» Exercise: Lines containing the word "phoneName" in the data below: say how many, with no other text.

Dataset entries

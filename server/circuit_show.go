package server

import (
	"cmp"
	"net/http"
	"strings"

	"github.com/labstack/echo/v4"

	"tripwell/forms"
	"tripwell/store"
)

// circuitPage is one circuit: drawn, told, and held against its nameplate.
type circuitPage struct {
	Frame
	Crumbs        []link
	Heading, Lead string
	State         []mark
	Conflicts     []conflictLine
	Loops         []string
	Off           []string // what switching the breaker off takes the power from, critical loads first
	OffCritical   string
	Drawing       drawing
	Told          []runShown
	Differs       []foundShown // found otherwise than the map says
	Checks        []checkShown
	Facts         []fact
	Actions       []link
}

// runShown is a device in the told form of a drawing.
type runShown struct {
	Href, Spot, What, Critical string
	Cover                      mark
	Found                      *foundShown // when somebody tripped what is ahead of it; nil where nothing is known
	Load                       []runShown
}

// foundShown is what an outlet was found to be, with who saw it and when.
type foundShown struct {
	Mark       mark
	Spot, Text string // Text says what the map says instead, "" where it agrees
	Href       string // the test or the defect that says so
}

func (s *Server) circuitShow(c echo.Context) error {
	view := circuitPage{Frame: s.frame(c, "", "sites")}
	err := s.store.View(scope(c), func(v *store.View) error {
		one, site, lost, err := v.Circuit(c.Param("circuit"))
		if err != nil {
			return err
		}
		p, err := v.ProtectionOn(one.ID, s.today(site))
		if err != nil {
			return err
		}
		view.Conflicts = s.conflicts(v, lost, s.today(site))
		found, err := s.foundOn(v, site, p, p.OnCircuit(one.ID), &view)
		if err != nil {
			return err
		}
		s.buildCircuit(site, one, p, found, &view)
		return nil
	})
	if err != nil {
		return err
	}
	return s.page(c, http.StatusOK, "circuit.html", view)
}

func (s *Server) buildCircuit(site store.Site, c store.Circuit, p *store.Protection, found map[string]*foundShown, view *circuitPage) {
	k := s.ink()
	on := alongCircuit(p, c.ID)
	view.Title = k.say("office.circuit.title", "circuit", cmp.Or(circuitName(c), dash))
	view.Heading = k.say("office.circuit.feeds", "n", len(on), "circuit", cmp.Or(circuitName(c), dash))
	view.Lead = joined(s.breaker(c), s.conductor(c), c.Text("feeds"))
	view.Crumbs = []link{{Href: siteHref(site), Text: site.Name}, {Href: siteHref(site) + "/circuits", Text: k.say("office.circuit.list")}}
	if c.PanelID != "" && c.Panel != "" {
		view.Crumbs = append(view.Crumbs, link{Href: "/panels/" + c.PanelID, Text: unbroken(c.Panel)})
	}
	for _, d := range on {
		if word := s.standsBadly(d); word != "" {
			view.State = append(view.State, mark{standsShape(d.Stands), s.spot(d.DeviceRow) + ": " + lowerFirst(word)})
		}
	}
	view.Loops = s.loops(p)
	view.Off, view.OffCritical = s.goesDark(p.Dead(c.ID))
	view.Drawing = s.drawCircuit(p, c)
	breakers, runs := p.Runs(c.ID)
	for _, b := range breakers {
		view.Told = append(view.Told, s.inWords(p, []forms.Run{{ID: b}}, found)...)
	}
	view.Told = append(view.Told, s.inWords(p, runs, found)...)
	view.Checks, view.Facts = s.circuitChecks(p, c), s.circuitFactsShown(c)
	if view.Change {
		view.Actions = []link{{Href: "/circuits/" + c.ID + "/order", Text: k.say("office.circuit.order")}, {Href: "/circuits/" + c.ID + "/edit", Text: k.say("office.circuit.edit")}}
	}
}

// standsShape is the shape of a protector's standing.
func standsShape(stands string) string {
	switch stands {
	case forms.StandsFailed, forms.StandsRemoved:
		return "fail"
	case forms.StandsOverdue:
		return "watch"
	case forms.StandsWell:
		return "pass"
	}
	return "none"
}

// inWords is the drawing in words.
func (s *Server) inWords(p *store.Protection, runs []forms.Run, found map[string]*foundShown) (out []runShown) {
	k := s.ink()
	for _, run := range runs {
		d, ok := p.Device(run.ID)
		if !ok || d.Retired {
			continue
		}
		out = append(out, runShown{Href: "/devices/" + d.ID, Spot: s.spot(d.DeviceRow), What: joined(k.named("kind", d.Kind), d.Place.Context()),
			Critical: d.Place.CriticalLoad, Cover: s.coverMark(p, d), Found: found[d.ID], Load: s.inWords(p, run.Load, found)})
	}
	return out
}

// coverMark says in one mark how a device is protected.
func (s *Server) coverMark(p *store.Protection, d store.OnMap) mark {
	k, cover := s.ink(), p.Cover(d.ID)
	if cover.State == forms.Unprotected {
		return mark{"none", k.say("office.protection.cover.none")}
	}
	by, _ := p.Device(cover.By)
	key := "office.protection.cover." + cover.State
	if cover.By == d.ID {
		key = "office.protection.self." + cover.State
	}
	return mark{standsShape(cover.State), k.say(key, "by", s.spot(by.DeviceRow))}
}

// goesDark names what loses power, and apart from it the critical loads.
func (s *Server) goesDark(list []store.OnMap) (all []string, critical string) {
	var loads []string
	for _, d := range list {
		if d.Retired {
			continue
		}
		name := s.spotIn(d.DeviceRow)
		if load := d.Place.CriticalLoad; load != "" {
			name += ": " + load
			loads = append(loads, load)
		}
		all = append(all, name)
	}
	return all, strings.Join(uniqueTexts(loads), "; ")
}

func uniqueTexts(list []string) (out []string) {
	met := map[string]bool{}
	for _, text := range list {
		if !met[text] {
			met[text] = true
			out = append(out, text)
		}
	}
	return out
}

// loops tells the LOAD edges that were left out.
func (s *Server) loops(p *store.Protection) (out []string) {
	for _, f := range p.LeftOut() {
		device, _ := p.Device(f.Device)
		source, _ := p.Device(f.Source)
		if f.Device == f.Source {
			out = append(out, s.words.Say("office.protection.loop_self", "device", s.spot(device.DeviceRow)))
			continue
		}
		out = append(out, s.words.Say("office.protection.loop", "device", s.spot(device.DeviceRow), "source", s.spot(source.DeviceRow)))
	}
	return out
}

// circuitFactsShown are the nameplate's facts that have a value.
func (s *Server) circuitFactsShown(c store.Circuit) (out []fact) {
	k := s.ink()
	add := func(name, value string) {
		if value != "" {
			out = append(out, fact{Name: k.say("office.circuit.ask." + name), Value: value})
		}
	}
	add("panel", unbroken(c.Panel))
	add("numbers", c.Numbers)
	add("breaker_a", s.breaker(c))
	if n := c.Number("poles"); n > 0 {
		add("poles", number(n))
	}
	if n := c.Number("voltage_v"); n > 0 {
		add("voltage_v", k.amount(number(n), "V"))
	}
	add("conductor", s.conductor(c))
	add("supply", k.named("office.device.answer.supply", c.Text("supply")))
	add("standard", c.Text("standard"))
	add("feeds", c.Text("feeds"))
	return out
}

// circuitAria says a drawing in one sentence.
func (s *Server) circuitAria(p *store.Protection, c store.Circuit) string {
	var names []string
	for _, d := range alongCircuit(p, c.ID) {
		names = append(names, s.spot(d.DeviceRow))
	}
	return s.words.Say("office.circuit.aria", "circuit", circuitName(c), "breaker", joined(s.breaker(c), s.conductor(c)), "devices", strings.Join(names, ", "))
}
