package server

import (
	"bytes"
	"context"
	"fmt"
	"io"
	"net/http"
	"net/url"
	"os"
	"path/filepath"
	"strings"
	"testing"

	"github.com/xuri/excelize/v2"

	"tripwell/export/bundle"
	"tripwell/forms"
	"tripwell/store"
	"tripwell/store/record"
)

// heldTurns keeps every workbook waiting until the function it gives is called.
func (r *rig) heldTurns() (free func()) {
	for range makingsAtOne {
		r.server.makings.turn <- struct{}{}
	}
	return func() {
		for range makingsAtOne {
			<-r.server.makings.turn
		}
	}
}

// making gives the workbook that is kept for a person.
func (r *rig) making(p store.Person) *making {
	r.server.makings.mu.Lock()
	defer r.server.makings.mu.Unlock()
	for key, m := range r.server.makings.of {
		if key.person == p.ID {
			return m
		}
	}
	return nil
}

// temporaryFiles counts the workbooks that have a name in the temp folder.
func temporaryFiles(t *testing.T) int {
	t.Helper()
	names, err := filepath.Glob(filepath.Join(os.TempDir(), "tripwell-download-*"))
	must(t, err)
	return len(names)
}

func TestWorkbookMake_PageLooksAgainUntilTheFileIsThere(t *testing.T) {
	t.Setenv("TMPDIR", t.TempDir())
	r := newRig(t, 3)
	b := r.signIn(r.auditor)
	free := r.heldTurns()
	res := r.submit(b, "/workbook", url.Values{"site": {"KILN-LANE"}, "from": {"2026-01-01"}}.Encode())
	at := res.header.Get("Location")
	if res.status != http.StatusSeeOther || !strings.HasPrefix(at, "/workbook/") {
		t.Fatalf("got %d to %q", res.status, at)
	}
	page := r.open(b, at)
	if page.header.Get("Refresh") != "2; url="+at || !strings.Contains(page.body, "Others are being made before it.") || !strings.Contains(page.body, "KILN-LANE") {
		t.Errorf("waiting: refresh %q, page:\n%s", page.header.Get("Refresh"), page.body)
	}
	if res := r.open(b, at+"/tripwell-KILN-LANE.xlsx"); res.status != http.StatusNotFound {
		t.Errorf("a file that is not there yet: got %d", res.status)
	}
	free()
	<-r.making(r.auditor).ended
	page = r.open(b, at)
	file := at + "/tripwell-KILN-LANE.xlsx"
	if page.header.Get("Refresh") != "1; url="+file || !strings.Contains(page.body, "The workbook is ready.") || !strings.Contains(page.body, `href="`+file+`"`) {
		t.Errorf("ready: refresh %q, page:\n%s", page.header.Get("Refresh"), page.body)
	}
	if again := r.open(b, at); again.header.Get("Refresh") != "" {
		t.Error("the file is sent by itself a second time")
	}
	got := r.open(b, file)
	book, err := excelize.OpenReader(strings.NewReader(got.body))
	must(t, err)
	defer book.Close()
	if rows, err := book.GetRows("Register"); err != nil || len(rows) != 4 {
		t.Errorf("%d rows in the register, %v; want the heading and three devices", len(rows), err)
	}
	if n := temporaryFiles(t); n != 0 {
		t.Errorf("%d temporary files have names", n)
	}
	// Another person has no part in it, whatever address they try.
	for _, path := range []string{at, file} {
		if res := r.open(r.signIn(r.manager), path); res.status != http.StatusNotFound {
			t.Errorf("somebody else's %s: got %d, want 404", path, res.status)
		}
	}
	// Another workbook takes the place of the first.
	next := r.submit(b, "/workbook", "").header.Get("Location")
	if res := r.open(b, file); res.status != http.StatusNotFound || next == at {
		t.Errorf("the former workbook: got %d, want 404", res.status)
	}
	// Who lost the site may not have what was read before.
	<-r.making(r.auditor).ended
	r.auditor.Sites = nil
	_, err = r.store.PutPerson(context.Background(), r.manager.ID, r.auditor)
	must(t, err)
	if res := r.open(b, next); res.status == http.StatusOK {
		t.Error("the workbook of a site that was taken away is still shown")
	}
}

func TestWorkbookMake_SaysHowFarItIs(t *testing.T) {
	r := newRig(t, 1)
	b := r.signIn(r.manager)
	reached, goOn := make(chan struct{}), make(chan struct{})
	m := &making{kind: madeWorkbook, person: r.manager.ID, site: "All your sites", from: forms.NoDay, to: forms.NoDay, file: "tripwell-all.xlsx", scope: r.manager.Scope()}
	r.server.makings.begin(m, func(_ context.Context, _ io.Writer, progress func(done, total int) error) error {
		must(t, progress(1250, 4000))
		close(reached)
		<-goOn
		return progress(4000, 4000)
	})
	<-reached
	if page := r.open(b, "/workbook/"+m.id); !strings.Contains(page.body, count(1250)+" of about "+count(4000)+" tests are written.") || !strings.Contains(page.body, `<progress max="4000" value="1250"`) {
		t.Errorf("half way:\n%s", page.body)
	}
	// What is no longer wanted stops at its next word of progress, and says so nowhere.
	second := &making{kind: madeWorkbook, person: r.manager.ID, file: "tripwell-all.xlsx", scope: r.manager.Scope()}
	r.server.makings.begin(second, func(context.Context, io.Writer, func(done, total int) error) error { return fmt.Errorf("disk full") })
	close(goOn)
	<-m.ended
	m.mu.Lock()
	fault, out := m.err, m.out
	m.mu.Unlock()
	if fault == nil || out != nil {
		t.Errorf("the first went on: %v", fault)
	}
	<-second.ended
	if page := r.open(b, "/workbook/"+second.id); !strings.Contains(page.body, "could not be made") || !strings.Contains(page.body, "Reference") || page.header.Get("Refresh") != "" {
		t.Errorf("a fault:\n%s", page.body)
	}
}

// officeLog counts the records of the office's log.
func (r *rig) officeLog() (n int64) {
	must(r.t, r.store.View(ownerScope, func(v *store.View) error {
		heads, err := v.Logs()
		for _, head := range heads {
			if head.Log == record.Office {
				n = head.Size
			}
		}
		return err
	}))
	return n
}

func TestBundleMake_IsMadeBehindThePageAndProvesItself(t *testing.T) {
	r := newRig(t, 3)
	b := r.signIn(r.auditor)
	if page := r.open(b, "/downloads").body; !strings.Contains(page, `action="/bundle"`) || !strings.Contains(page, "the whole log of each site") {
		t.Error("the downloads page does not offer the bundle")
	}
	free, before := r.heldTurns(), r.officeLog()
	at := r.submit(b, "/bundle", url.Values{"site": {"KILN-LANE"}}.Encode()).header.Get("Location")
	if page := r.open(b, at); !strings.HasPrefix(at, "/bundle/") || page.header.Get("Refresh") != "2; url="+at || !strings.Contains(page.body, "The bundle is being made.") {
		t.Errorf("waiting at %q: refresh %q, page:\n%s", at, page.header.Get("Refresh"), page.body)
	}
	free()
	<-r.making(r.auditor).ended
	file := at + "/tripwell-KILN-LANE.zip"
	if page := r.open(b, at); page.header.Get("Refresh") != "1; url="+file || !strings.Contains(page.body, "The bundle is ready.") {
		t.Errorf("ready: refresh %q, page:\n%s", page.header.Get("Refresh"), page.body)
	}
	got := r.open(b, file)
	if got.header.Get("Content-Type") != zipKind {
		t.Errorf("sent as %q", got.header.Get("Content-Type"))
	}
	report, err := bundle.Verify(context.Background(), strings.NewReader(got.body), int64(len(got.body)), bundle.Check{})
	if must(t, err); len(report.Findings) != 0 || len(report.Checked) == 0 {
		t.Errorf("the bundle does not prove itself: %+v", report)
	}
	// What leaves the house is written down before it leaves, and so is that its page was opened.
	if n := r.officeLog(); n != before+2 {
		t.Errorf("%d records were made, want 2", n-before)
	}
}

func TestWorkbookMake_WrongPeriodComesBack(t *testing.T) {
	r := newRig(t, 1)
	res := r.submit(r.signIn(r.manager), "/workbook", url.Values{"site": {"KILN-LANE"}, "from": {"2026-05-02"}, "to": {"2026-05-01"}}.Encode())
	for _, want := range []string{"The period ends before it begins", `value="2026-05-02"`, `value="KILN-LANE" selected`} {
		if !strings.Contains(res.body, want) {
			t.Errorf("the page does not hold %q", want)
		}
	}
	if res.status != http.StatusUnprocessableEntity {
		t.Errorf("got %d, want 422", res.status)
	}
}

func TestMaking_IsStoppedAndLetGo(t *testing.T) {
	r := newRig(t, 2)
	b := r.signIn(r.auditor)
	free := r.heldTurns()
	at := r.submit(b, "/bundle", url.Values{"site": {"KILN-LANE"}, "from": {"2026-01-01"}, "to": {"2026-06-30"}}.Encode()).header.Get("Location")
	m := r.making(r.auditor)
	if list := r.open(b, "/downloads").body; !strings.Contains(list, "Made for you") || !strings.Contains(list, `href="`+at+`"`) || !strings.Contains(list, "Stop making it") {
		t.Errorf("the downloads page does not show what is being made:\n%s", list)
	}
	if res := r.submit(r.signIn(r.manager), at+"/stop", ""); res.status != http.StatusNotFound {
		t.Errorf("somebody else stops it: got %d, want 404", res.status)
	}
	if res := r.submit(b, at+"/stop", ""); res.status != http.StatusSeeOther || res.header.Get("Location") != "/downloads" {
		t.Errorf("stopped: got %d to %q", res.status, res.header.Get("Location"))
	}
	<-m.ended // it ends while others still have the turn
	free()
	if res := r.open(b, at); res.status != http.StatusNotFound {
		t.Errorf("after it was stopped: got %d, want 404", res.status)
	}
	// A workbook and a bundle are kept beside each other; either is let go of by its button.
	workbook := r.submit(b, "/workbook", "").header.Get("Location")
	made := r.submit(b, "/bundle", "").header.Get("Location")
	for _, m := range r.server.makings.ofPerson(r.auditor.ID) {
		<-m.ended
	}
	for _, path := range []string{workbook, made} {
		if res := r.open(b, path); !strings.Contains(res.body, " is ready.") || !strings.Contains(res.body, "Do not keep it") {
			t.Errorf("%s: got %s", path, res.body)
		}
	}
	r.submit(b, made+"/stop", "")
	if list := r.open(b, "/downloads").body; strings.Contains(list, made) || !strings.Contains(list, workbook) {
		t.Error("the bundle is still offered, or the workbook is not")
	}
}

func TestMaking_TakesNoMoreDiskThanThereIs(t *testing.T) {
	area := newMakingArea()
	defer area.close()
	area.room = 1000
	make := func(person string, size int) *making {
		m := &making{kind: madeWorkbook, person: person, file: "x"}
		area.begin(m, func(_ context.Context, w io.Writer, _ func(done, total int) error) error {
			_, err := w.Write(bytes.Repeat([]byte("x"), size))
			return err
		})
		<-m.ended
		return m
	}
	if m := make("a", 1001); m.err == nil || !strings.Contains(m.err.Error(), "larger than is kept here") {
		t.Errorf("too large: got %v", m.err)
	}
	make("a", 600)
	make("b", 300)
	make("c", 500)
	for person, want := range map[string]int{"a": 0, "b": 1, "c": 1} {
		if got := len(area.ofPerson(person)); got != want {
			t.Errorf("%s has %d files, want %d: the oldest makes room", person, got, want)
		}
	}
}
* * *
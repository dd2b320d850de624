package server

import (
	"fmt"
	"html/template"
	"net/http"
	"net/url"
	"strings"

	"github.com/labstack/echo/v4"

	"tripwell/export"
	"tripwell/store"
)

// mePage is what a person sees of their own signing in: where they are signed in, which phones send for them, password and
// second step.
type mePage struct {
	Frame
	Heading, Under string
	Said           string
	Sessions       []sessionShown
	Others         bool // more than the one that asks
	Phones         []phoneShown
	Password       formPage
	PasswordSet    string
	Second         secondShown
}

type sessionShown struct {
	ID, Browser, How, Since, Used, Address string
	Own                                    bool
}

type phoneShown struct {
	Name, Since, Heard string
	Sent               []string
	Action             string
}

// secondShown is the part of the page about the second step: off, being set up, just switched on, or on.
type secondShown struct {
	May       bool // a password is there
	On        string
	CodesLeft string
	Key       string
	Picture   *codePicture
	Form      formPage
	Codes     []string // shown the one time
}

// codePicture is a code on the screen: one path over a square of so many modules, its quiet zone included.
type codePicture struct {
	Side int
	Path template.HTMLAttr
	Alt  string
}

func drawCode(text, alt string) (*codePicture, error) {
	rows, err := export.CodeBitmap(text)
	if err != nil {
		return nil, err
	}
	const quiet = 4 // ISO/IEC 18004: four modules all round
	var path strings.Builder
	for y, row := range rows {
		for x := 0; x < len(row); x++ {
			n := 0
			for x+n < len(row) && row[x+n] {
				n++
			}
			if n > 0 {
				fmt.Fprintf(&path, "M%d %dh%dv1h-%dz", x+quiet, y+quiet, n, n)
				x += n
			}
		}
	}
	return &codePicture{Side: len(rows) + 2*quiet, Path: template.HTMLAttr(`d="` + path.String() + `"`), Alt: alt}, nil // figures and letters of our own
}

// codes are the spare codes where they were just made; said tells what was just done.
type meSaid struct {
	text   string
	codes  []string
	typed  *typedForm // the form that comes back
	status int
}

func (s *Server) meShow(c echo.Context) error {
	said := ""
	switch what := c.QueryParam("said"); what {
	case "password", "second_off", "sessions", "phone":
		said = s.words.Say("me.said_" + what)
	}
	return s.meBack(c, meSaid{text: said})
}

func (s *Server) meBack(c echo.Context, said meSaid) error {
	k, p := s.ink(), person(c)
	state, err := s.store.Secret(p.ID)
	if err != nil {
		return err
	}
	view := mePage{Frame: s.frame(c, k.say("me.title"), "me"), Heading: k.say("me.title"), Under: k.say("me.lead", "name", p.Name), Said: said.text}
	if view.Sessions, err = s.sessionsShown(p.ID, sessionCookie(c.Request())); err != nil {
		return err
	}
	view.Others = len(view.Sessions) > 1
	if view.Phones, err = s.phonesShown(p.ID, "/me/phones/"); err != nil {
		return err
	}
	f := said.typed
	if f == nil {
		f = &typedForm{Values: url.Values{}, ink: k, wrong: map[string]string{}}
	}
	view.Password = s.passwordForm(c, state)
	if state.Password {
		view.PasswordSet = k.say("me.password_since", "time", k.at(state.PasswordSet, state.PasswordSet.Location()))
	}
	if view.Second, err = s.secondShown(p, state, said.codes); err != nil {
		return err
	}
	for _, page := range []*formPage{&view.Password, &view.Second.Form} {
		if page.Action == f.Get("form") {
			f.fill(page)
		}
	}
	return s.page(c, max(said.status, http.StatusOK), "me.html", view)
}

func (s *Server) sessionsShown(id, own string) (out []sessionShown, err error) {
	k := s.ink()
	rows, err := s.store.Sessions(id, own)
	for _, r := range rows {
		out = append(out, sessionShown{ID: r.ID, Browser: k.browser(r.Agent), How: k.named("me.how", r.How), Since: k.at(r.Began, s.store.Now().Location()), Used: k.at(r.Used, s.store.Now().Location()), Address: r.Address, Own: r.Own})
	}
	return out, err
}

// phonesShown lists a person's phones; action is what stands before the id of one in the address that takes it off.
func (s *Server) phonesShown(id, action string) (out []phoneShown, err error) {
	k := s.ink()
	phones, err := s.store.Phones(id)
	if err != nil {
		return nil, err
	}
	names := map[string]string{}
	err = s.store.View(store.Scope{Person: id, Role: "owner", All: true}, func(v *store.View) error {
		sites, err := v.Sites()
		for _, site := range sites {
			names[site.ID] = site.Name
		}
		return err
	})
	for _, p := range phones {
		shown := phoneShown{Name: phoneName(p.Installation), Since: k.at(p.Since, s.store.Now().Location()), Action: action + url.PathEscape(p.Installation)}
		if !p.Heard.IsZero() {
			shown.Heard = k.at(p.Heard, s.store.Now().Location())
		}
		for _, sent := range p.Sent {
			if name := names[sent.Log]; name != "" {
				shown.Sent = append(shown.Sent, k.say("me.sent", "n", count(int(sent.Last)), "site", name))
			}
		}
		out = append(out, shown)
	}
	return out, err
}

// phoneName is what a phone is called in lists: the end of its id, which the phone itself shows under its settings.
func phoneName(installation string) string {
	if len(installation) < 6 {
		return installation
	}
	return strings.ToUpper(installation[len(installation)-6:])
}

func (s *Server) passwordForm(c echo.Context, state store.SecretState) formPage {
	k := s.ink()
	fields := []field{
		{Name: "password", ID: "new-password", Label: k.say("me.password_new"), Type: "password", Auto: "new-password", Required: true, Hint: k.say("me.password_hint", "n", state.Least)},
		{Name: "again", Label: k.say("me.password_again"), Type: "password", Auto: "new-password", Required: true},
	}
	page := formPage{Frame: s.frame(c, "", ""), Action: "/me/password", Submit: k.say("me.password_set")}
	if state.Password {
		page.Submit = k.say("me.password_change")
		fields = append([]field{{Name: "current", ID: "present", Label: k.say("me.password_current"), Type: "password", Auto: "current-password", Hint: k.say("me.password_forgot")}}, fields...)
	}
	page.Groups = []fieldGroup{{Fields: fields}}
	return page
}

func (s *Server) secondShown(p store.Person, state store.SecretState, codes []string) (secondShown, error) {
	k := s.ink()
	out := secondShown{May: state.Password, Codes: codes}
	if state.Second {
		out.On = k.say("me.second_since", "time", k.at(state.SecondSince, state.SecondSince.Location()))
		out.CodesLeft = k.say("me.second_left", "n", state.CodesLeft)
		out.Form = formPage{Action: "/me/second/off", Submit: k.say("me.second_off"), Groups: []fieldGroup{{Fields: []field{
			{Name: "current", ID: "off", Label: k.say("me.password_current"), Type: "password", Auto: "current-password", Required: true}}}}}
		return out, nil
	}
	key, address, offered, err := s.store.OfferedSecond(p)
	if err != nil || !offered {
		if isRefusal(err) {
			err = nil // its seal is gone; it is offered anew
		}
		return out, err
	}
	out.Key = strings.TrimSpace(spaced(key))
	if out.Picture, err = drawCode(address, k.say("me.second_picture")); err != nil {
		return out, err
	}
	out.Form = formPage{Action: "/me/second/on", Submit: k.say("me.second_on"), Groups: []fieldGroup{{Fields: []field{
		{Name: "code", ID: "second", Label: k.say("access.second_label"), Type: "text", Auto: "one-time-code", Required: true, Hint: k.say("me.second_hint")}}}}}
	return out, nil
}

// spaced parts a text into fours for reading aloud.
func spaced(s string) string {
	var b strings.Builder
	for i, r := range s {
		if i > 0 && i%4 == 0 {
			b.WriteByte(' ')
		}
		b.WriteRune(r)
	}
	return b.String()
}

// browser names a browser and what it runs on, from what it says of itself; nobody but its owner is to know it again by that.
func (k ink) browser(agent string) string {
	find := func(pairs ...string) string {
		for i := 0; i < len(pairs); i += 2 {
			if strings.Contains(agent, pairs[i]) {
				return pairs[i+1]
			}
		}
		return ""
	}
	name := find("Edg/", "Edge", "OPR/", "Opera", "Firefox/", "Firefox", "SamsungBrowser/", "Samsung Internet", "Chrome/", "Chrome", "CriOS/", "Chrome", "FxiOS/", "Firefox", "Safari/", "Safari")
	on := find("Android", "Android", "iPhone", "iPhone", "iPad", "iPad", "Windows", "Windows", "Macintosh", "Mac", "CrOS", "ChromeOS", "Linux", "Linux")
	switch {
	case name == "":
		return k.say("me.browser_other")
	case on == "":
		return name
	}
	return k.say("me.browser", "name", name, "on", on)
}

» Your solution: 3